Monday, July 24, 2006

Dale posting here:

Recipe for a delightful evening. I will do this a la Joy of Cooking, with the basic necessary steps first (i.e, "Making Custard") and then suggest a variation which I have found successful (i.e "Caramelized, alcohol-soaked, flaming Disney character-shapd custard")

So here are the basics for "Enjoyable evening", to be followed to the letter.

1) Acquire one (1) cute dog (Recipe may be doubled, but beginners should probably stick with one).
2) Confirm that dog likes children. (For instructions on how to check the child-tolerance-quality of your dog, see heading "Annoying nieces and nephews")
3) With dog acquired in Step 1, proceed to a space frequented by children (several).
4) Let sit.

Let me emphasize how important step 1 is in this process. Should you forget to follow step one, you will not only not produce an "enjoyable evening" but you will seem like a scary old lady/pedophile and people will snatch their children away from you. Should you forget step #2, you will not only not produce an "enjoyable evening," but you may produce "long and expensive legal battle." Should you forget step 3, you may still have an enjoyable evening, but your friends will be less interested in hearing about it the next day.

Now a variation I have been experimenting with recently.

"Enjoyable evening at Local Ballfield"

1. Take cute dog to local ballfield while game is in progress. An adult game with a few alarmingly unsupervised children wandering around is preferable to a youth game, which can have an overwhelming number of children and also some of their poisonous cousins: teenagers.

2. With dog, attract two 8-year old friends, one of Dominican and one of Puerto Rican heritage.

3. Discuss dog and baseball. Discover (per child #2) that the Mets were established in 1780 and that they have always been much better than the Yankees. Admit child #1 response that the Mets and Yankees do not play each other much because they are friends.

4. Attract 9-year old Haitian-American child who is mildly afraid of dogs. Begin to assure friendliness of current dog, only to have the children introduced in step 2 do this for you, claiming intimate knowledge of dog's preferences and habits and giving lessons in the proper handling of dog.

5. Watch dog almost die of happiness as three children concentrate full attention on giving him/her full body massage.

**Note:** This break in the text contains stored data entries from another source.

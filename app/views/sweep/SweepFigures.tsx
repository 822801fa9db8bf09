/**
 * The sweep's plots and key figures. While readings arrive, the frequency
 * plot fills in and a live stall estimate is shaded; once the sweep is done
 * the analysis adds the fitted curve, Kvco against V, residuals and figures.
 */
import { useRef } from 'react';
import type { SweepAnalysis } from '../../analysis/sweep-types.ts';
import { sweepJob } from '../../workers/analysis-jobs.ts';
import { useBackgroundAnalysis } from '../../workers/use-analysis.ts';
import type uPlot from 'uplot';
import type { ColumnSet } from '../../state/columns.ts';
import { PlotPanel } from '../../plots/PlotPanel.tsx';
import { baseOptions, lineSeries, pointSeries, siAxis, xSeries } from '../../plots/plot-options.ts';
import { deadMarksPlugin } from '../../plots/dead-marks-plugin.ts';
import { regionsPlugin, type XRegion } from '../../plots/regions-plugin.ts';
import { buildSweepDisplay, liveStallEstimateV } from '../../plots/sweep-display.ts';
import { FigureList } from '../FigureList.tsx';
import { setpointText } from '../figure-text.ts';
import { readoutText } from '../../plots/readout.ts';
import { sameSetpointValue } from './direction-readout.ts';
import {
  fitOnX,
  gainColumns,
  residualColumns,
  stallRegions,
  sweepRegions,
  usableEndV,
  type SweepOutcome,
} from './sweep-figures.ts';
import { sweepKeyFigures } from './sweep-key-figures.ts';
import { residualUncertainty, sweepReadouts } from './sweep-readouts.ts';

export interface SweepSource {
  /** Identity of the data set (run id); a new id rebuilds the charts. */
  key: string;
  columns(): ColumnSet;
  rows(): number;
  watch?: (notify: () => void) => () => void;
  /** True once no more readings will come: the analysis runs then. */
  done: boolean;
  gateS?: number;
  theme: string;
  /** Wall-clock start of the run, ms. */
  startMs?: number | null;
  /** Set when the screen shows a stored run (no run in this window yet): which one. */
  storedFrom?: string;
}

export function KeyFigures({ outcome, running }: { outcome: SweepOutcome | null; running: boolean }) {
  const a = outcome?.ok ? outcome.analysis : null;
  return (
    <section className="key-figures" aria-label="Key figures" data-testid="key-figures">
      <h2>Key figures</h2>
      {outcome && !outcome.ok ? (
        <p className="error-line" data-testid="analysis-error">
          Analysis: {outcome.message}
        </p>
      ) : null}
      {!outcome ? (
        <p className="muted" data-testid={running ? 'analysis-running' : undefined}>
          {running ? 'Analysing the sweep…' : 'Shown when the sweep has finished.'}
        </p>
      ) : null}
      <dl className="figures">
        <FigureList figures={sweepKeyFigures(a)} />
      </dl>
      {a && a.warnings.length > 0 ? (
        <ul className="warnings" data-testid="analysis-warnings">
          {a.warnings.map((w) => (
            <li key={w}>{w}</li>
          ))}
        </ul>
      ) : null}
    </section>
  );
}

/** What the plot's marks mean: the stall wash, the unsteady hatching, the usable-range edge, the × marks. */
function SweepMarksKey({ end, zone }: { end: number | null; zone: SweepAnalysis['usableRange']['edgeZone'] }) {
  return (
    <>
      <span className="mark-key" data-testid="key-stall">
        <span className="swatch swatch-stall" aria-hidden="true" /> no oscillation (stall)
      </span>
      <span className="mark-key" data-testid="key-unstable">
        <span className="swatch swatch-unstable" aria-hidden="true" /> unsteady oscillation
      </span>
      {zone ? (
        <span className="mark-key" data-testid="key-edge-zone">
          <span className="swatch swatch-edge-zone" aria-hidden="true" /> stall edge&apos;s zone, left out of the usable
          range ({setpointText(zone.fromV)} – {setpointText(zone.toV)})
        </span>
      ) : null}
      {end !== null ? (
        <span className="mark-key" data-testid="key-unusable">
          <span className="swatch swatch-unusable" aria-hidden="true" /> outside the usable range (above{' '}
          {setpointText(end)})
        </span>
      ) : null}
      <span className="mark-key">× reading with no oscillation</span>
      <span className="mark-key">● rising · ○ falling</span>
    </>
  );
}

export function SweepFigures({ source }: { source: SweepSource }) {
  // Off the page's thread; the live plot stays drawn meanwhile.
  const { outcome, running } = useBackgroundAnalysis<SweepAnalysis>(source.done ? source.key : null, () =>
    sweepJob(source.columns(), source.rows(), source.gateS),
  );
  const analysis = outcome?.ok ? outcome.analysis : null;
  const regionsRef = useRef<readonly XRegion[]>([]);
  const deadRef = useRef<readonly number[]>([]);
  // The last display rows, for the readout of both directions at the cursor's setpoint.
  const shownRef = useRef<{ x: number[]; up: (number | null)[]; down: (number | null)[] }>({ x: [], up: [], down: [] });
  const sweepData = (): uPlot.AlignedData => {
    const n = source.rows();
    const columns = source.columns();
    const shown = buildSweepDisplay(columns, n);
    deadRef.current = shown.deadX;
    shownRef.current = shown;
    regionsRef.current = analysis ? sweepRegions(analysis) : stallRegions(liveStallEstimateV(columns, n), null);
    const fit = analysis ? fitOnX(analysis, shown.x) : shown.x.map(() => null);
    return [shown.x, shown.up, shown.down, fit] as uPlot.AlignedData;
  };
  const buildKey = `${source.key}|${source.theme}|${analysis ? 'fit' : 'live'}`;
  const gain = analysis ? gainColumns(analysis) : null;
  const residuals = analysis ? residualColumns(analysis) : null;
  const readouts = sweepReadouts(
    analysis,
    source.gateS,
    (i) => shownRef.current.x[i],
    gain,
    analysis ? residualUncertainty(analysis, source.gateS) : null,
  );

  return (
    <div className="sweep-figures">
      <div className="plots">
        {source.storedFrom ? (
          <p className="muted stored-from" data-testid="stored-from">
            Latest stored sweep: {source.storedFrom}. Start a sweep to replace it here; the Run archive has the others.
          </p>
        ) : null}
        <PlotPanel
          testId="sweep-plot"
          title="Frequency against control voltage (× = no oscillation)"
          buildKey={buildKey}
          height={340}
          data={sweepData}
          watch={source.watch}
          cursorReadouts={{ x: readouts.control, y: readouts.reading }}
          options={(colors, width, height) =>
            baseOptions(
              width,
              height,
              [
                xSeries('Control', readouts.control),
                // Rising as filled dots, falling as wider rings around them: where both agree, both stay visible.
                pointSeries('Rising', colors.series[0], readouts.reading, {
                  value: (_u, v, _s, k) =>
                    readoutText(
                      readouts.reading,
                      v ?? (k === null ? null : sameSetpointValue(shownRef.current.x, shownRef.current.up, k)),
                    ),
                }),
                pointSeries('Falling', colors.series[1], readouts.reading, {
                  points: { show: true, size: 11, width: 1.5, stroke: colors.series[1], fill: 'transparent' },
                  value: (_u, v, _s, k) =>
                    readoutText(
                      readouts.reading,
                      v ?? (k === null ? null : sameSetpointValue(shownRef.current.x, shownRef.current.down, k)),
                    ),
                }),
                lineSeries('Fitted curve', colors.fit, readouts.fit, { width: 2 }),
              ],
              [siAxis(colors, 'Control voltage', 'V'), siAxis(colors, 'Frequency', 'Hz', { size: 84 })],
              {
                plugins: [
                  regionsPlugin(() => regionsRef.current),
                  deadMarksPlugin(
                    () => deadRef.current,
                    () => colors.text,
                  ),
                ],
              },
            )
          }
          footer={
            <SweepMarksKey
              end={analysis ? usableEndV(analysis) : null}
              zone={analysis ? analysis.usableRange.edgeZone : null}
            />
          }
        />
        {gain ? (
          <PlotPanel
            testId="kvco-plot"
            title="Kvco against control voltage"
            buildKey={`${buildKey}|gain`}
            height={220}
            data={() => [gain.v, gain.stable, gain.unstable] as uPlot.AlignedData}
            options={(colors, width, height) =>
              baseOptions(
                width,
                height,
                [
                  xSeries('Control', readouts.control),
                  lineSeries('Kvco', colors.series[0], readouts.kvco, { points: { show: true, size: 4 } }),
                  pointSeries("Kvco, unsteady or stall edge's zone (not quoted)", colors.series[1], readouts.kvco),
                ],
                [siAxis(colors, 'Control voltage', 'V'), siAxis(colors, 'Kvco', 'Hz/V', { size: 84 })],
              )
            }
          />
        ) : null}
        {residuals ? (
          <PlotPanel
            testId="residual-plot"
            title="Residuals from the fitted curve"
            buildKey={`${buildKey}|resid`}
            height={180}
            data={() => [residuals.v, residuals.residualHz] as uPlot.AlignedData}
            options={(colors, width, height) =>
              baseOptions(
                width,
                height,
                [xSeries('Control', readouts.control), pointSeries('Residual', colors.series[2], readouts.residual)],
                [siAxis(colors, 'Control voltage', 'V'), siAxis(colors, 'Residual', 'Hz', { size: 84 })],
              )
            }
          />
        ) : null}
      </div>
      <KeyFigures outcome={outcome} running={running} />
    </div>
  );
}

6. Listen as Haitian-American child explain to Dominican-American child the political history of Hispaniola ("they are really close, like you could even walk there") and the reason his family came to America and the modern immigrant story in a nutshell ("I was three, and my whole family lived there, but then there was riots and it wasn't safe, so my mother brought us here but first my uncle already came here so we lived with my uncle in the Bronx and now we live here") and relative housing prices ("but in Haiti you know everything is cheaper there so we got a big old house and my whole family lived there and we had a dog but here the apartments is too small so you can't have a dog") and then have all three boys break down the entire major league baseball roster into the best players, the main criteria for which seems to be: 1) are they on the Mets? 2) are they Dominican or Puerto Rican?

7. Discuss relative merits of kids' scooters, as compared to the scooters their uncle who has a store could get them.

8. Conclude that a dog probably cannot ride a scooter.

9. Enjoy.

1 comment:

Russ Abbott said...

Amazingly, produces a remarkably enjoyable evening for cats too -- since the dog will be preoccupied with his/her belly rub.